Brutally Stunningly beautiful pictures of this amazing GT-R.

That video redefines FAST! 

Lovin' it :smokin: 

Miguel.


----------



## DCD (Jun 28, 2001)

Thanks guys, your comments makes it worth while posting pix. But I'm afraid I'm not uploading hi-res wallpapers....As much as I'd love to do it I'm sure they would end up on the pages of Slick Magazine over in Ireland!


----------



## bkvj (Feb 13, 2006)

DCD said:


> Thanks guys, your comments makes it worth while posting pix. But I'm afraid I'm not uploading hi-res wallpapers....As much as I'd love to do it I'm sure they would end up on the pages of Slick Magazine over in Ireland!

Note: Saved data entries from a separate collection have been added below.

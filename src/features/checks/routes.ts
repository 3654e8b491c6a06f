import type { RouteRecordRaw } from 'vue-router'

export const checksRoutes: RouteRecordRaw[] = [{ path: 'checks', component: () => import('./ChecksPage.vue') }]
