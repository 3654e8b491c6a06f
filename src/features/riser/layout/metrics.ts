/** Measures of the drawing, in its own units: one is a pixel at 100 percent. */
export const metrics = {
  margin: { left: 96, leftLarge: 150, right: 12, top: 10, bottom: 28 },
  /** Space left of a bay's wall line to its neighbour's. */
  bayInset: 3,
  bayPad: 8,
  outsidePad: 14,
  /** From one run's way down to the next, while every run has its own tag. */
  slotPitch: 16.9,
  /** The same on a level whose tags are folded into counts. */
  densePitch: 8.2,
  /** Runs on a level above which tags are folded. */
  foldOver: 90,
  /** Ends on a job that is laid out more tightly, and the runs on a level above which it then folds. */
  largeJob: 200,
  foldOverInLarge: 40,
  lane: { bundled: 1.25, apart: 3.2, mostHeight: 46, mostWidth: 118 },
  localLane: 2.5,
  tag: { height: 13, rowHeight: 15.5, rows: 4, rowsAlone: 6, aloneOver: 30, more: 2, font: 9.5, charWidth: 0.632, lead: 17, tail: 4, shape: 12, reach: 8, gap: 2.5 },
  /** Between the lowest lane and the first row of tags, and between the last row and the ceiling. */
  tagOver: 9,
  tagUnder: 6,
  voidTop: 9,
  corner: 4,
  bay: { pxPerFoot: 18, pxPerFootLarge: 25, least: 128, most: 290 },
  planPxPerFoot: 5.5,
  plateScale: 0.386,
  densePlateScale: 0.3,
  ceilingScale: 0.34,
  rack: { width: 74, most: 132, gap: 6, over: 28, under: 4, pad: 7 },
  roof: 64,
  crawl: 30,
} as const

/** Width of mono text, as the label face sets it. */
export const monoWidth = (text: string, size: number = metrics.tag.font): number => text.length * metrics.tag.charWidth * size

/** A number as it stands in a path: two decimals at most. */
export const f2 = (value: number): number => Math.round(value * 100) / 100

top job on the pics mate:smokin:, as always!

question:

have you made any pics of an R33 GTR?


----------



## maxman (Mar 13, 2006)

coool pic's mate 

Thanks


----------



## Bean (Oct 12, 2001)

Great stuff Dino 
Hope to read the article somewhere soon.


----------



## skyline_best (Jun 14, 2007)

what gear is that ??


----------



## magoo (Nov 7, 2005)

Beast


----------



## hyrev (Apr 30, 2004)

skyline_best said:


> what gear is that ??


1st, then 2nd, after that 3rd, 4th, maybe even 5th.
He goes back to 4th and 3rd a few times and then etc.... LOL


----------